How important do you think the eyes are on roundhead jigs. I'm painting these simple, one color. I know some guys feel they don't even need paint. I put a bunch of eyes on mine today, but can't decide if I'd be just as good to leave them off.


----------



## fishingwithjohnnyjohnson (Jan 2, 2010)

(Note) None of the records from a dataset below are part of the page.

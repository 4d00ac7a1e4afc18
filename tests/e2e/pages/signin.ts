// Page object: the sign-in screen.
import type { Browser, Page } from "playwright-core";
import { baseUrl } from "../browser";

export const DEMO_PASSWORD = "pinchpoint-demo";

export class SignInPage {
  constructor(private readonly page: Page) {}

  async open(): Promise<void> {
    await this.page.goto(`${baseUrl()}/signin`);
  }

  async signIn(email: string, password = DEMO_PASSWORD): Promise<void> {
    await this.page.getByLabel("E-mail").fill(email);
    await this.page.getByLabel("Password").fill(password);
    await this.page.getByRole("button", { name: "Sign in" }).click();
  }

  error() {
    return this.page.locator("#signin-error");
  }
}

/** A new browser context signed in as a demo account (`admin`, `lead`, … or a full e-mail), on the overview. */
export async function signedInPage(browser: Browser, who: string, viewport = { width: 1366, height: 900 }): Promise<Page> {
  // The theme follows the operating system's preference; these screens were written against dark.
  const context = await browser.newContext({ viewport, colorScheme: "dark" });
  const page = await context.newPage();
  const signin = new SignInPage(page);
  await signin.open();
  await signin.signIn(who.includes("@") ? who : `${who}@harbor-pantry.example`);
  await page.waitForURL((url) => url.pathname === "/");
  return page;
}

For the last 3 years I have always use unpainted jig heads have have not dropped in my catch rate in the least bit. My main method of fishing is with the jig-1/8 oz mostly--I fish rivers and creeks. John.


----------



## cadman (Jan 25, 2009)

Personally I don't think it matters in rivers. I fish the Illinois and Wisconsin Rivers for walleye, sauger and saugeye. After dragging or bouncing a jig for awhile the paint and the eyes get chewed up by the rocks. I never noticed a decrease in catching fish. But in some of the lakes I fish it's different. The walleyes are more color conscious and I think it makes a difference in presenting the fish with a more natural jig with color being #1 and then eyes. I can tell you that from a selling standpoint eyes on any jig always sell more quickly than jigs without eyes.


----------



## kyjake (Nov 21, 2007)

I mostly fish unpainted jigs for sauger and walleye in the Ohio river.Sometimes I will loose 10-15 jigs in a five hour trip.Most everyone that fishes around where I do are using unpainted jigs now while a few will put on a new one if it gets flaked off some.Have noticed some difference in the color twister tail being used.
Jake


----------



## catmanbennie (Jan 15, 2010)

I dont think it matters at all...Matter of fact I paint most of my jig heads with no eyes at all and the saugeyes and walleyes hit it the same way.And just like cadman said,The eyes get chewed up by the rocks so I dont think it matters at all......JMO.


----------



## socdad (Jul 25, 2005)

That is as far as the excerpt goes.